## DATA FOR REVIEW
━━━

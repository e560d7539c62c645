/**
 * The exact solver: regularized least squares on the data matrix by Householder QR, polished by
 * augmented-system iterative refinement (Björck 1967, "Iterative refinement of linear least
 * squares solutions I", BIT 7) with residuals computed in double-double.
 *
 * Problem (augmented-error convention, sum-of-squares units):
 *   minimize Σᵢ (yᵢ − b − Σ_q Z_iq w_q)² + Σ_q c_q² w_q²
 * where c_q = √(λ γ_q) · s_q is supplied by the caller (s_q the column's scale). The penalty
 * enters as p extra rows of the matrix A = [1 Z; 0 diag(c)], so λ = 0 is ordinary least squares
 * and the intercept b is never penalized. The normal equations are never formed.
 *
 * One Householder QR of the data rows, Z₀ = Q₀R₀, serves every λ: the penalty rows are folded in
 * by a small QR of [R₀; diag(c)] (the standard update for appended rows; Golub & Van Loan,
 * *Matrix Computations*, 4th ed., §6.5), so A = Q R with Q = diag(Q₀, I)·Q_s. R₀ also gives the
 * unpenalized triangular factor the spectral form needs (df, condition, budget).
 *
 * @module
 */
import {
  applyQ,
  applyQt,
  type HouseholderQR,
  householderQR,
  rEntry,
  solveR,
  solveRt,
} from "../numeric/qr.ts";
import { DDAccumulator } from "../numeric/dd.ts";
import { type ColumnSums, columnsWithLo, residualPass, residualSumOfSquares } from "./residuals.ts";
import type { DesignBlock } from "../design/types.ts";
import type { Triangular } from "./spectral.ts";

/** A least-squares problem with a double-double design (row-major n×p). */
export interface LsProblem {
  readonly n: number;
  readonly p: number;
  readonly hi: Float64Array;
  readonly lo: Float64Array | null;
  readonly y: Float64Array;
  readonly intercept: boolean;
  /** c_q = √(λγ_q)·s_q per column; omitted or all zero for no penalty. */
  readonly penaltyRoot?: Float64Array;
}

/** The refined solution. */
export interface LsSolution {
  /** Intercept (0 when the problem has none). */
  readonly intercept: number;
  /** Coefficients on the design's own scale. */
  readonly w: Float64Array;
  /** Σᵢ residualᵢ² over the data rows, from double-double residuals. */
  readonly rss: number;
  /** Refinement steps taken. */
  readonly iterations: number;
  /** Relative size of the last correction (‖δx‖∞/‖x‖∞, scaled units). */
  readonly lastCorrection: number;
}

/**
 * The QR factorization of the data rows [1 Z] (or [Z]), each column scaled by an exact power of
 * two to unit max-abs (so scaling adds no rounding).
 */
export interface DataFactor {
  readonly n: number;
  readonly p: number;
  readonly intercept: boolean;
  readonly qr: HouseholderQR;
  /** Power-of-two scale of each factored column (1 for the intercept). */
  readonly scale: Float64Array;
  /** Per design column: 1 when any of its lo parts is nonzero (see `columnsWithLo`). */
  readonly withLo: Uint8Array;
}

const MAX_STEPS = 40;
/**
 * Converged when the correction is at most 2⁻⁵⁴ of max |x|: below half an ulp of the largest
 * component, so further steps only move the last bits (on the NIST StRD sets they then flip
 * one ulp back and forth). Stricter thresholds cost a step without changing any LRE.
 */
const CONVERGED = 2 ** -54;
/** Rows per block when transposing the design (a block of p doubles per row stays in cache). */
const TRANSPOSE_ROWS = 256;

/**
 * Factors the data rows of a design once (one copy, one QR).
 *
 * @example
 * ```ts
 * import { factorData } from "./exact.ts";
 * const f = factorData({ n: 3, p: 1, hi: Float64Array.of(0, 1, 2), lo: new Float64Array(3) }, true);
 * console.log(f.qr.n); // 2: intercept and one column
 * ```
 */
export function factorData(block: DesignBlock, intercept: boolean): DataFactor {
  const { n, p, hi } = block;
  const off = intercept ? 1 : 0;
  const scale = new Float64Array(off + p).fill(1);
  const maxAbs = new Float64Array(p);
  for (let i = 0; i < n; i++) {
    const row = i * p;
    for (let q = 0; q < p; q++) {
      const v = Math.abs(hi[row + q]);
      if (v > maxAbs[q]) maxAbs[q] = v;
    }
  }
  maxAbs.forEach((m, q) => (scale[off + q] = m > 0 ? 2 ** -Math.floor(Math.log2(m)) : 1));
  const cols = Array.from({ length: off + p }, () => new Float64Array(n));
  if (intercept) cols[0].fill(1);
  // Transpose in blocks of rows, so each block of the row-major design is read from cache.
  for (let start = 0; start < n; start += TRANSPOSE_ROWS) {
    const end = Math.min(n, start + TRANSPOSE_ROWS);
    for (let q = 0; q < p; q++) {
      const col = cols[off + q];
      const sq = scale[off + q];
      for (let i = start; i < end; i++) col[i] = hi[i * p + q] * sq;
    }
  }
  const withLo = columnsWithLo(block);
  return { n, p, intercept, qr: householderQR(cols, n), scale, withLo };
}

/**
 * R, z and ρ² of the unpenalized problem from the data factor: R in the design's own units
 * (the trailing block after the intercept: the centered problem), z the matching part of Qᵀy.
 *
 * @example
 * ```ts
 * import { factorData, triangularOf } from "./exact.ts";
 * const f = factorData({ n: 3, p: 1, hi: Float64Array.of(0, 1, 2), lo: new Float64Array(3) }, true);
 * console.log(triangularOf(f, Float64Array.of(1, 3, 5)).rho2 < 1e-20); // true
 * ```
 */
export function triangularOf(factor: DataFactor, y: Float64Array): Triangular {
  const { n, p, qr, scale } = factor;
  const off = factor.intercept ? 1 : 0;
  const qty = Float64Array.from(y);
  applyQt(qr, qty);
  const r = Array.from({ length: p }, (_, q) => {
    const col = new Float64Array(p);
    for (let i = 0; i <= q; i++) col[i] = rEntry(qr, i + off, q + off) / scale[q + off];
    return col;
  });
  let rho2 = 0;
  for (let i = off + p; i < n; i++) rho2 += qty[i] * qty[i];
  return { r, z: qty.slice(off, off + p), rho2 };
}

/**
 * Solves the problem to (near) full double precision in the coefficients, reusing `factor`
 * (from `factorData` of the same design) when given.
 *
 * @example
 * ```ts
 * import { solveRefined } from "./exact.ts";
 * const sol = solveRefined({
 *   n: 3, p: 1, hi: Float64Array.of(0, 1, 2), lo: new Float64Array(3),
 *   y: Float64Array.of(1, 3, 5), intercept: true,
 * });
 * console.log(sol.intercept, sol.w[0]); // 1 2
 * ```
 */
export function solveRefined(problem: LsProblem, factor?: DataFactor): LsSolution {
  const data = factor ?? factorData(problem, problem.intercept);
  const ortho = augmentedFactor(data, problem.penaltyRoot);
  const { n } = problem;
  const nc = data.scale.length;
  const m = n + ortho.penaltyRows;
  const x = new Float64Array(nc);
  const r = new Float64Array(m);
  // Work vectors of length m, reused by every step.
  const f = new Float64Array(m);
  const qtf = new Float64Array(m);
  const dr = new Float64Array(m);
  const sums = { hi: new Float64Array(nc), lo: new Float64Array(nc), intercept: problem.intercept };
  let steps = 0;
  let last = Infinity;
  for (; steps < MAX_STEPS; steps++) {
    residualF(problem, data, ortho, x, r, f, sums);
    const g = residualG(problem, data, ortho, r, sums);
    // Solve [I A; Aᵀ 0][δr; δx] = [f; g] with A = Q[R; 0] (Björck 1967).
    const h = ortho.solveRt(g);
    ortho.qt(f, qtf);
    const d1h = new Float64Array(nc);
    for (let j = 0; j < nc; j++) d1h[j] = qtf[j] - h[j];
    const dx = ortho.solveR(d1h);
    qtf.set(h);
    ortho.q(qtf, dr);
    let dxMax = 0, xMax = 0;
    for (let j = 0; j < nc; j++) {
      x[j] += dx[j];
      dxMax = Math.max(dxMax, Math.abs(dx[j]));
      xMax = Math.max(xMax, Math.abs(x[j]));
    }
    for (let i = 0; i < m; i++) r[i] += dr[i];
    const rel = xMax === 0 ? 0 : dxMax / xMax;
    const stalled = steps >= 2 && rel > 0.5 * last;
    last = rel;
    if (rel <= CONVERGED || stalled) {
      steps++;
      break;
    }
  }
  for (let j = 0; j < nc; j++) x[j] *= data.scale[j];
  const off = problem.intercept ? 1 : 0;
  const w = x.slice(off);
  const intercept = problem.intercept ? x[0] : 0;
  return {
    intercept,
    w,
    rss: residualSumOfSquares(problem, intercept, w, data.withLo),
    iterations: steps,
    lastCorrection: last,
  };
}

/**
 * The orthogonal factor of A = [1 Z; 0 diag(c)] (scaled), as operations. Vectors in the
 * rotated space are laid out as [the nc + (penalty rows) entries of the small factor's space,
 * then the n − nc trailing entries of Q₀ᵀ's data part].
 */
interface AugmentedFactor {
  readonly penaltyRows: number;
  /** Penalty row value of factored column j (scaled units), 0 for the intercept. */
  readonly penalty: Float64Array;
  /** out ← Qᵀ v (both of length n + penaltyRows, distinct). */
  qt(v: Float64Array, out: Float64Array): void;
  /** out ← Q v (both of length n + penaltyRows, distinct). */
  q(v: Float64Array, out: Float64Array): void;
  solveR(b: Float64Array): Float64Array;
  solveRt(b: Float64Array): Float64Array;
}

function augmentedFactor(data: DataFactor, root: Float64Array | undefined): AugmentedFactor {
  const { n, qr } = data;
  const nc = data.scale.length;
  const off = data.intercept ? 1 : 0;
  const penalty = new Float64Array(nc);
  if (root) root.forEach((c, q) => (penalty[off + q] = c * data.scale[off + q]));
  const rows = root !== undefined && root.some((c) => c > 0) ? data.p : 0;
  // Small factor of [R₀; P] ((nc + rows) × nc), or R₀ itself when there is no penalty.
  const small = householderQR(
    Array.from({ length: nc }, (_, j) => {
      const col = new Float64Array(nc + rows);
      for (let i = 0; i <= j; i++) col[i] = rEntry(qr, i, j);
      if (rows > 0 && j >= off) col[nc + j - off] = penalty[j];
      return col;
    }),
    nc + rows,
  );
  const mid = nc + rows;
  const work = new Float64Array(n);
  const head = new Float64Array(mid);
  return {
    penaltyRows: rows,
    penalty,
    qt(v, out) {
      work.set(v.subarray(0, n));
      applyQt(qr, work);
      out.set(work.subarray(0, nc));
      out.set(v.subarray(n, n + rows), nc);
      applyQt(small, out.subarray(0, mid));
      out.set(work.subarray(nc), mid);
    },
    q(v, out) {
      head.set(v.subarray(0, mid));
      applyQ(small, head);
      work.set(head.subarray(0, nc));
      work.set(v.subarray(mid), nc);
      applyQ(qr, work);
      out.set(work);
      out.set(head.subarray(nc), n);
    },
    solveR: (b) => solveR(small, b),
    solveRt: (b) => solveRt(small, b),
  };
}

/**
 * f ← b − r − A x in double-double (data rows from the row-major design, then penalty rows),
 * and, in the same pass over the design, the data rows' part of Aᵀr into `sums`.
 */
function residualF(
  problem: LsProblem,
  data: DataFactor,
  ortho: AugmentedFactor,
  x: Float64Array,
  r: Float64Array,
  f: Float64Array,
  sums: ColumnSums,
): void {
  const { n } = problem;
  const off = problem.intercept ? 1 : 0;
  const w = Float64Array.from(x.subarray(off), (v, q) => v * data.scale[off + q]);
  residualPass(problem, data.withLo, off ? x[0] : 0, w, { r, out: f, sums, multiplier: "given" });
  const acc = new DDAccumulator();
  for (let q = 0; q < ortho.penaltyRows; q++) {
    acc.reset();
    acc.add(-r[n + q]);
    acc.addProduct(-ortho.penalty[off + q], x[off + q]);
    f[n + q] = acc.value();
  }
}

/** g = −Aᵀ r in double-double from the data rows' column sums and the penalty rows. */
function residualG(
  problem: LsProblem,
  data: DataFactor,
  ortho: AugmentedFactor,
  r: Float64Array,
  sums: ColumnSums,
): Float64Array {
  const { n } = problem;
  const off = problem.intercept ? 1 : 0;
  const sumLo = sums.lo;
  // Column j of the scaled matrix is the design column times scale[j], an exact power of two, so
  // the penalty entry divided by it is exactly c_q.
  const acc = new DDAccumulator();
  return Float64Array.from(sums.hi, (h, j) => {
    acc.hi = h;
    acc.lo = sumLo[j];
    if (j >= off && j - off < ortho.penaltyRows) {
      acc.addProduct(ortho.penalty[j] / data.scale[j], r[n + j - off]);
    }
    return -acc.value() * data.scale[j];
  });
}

━━━

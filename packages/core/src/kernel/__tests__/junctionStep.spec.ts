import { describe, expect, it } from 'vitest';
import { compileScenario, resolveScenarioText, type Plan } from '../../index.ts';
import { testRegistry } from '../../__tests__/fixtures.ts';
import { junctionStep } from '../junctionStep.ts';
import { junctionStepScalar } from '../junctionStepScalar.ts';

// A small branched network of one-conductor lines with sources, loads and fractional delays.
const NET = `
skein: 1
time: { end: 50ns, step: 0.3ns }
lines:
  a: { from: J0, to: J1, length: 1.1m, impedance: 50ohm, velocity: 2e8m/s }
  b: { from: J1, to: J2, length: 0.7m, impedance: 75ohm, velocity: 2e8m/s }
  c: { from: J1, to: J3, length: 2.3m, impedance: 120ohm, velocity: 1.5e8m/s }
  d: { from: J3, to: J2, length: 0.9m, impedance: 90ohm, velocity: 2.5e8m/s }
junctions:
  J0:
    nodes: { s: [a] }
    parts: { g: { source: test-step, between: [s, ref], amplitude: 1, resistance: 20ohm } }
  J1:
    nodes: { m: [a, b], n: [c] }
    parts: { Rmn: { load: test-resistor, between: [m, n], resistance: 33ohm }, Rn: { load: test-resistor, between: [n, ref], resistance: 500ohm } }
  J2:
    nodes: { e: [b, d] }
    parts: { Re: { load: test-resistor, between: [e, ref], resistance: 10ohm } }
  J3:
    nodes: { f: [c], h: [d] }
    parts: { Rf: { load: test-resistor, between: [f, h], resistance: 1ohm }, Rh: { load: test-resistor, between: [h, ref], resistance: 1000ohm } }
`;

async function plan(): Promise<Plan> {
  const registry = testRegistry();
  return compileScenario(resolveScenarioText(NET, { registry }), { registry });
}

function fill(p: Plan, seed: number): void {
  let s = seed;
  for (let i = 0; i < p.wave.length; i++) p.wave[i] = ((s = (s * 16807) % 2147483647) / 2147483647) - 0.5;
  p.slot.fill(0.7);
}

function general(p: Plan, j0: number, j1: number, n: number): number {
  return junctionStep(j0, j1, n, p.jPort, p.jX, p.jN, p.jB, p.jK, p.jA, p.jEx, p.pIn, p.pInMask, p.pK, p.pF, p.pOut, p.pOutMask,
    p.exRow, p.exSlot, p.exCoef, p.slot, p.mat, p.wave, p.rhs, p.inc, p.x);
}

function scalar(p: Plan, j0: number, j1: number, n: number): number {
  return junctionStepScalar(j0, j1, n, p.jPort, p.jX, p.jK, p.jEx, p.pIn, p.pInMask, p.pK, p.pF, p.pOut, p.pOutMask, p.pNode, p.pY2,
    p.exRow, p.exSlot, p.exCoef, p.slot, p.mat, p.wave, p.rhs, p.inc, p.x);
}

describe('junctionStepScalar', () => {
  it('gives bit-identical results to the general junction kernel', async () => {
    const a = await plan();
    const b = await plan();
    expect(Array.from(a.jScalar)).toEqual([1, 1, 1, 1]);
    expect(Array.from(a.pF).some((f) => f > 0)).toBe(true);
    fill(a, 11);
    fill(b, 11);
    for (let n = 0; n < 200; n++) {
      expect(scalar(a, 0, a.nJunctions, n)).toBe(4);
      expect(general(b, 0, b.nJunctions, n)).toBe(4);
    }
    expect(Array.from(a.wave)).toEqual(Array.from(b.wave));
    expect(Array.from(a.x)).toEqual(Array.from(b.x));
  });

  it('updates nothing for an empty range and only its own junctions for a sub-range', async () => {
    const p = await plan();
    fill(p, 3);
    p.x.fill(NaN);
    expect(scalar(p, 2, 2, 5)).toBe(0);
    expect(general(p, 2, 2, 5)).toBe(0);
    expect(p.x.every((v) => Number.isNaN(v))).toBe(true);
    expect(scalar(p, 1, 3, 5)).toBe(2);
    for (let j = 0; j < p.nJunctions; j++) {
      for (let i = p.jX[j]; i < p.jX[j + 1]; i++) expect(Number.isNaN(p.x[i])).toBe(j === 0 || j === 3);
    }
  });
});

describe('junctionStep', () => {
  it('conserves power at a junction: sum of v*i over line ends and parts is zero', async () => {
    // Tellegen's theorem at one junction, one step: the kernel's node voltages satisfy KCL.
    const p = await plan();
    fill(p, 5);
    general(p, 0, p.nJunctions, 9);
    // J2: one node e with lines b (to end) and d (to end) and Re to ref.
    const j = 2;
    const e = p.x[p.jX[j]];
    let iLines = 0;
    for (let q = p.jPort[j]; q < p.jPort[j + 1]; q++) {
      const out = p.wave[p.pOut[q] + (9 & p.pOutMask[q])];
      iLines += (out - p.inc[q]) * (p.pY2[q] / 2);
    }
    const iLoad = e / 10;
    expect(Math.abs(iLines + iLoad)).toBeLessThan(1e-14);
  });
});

━━━

## WHAT YOU HAVE TO DO
Pull every line containing "fill" from the material above.

## EXERCISE RESULT
  const scale = new Float64Array(off + p).fill(1);
  if (intercept) cols[0].fill(1);
function fill(p: Plan, seed: number): void {
  p.slot.fill(0.7);
    fill(a, 11);
    fill(b, 11);
    fill(p, 3);
    p.x.fill(NaN);
    fill(p, 5);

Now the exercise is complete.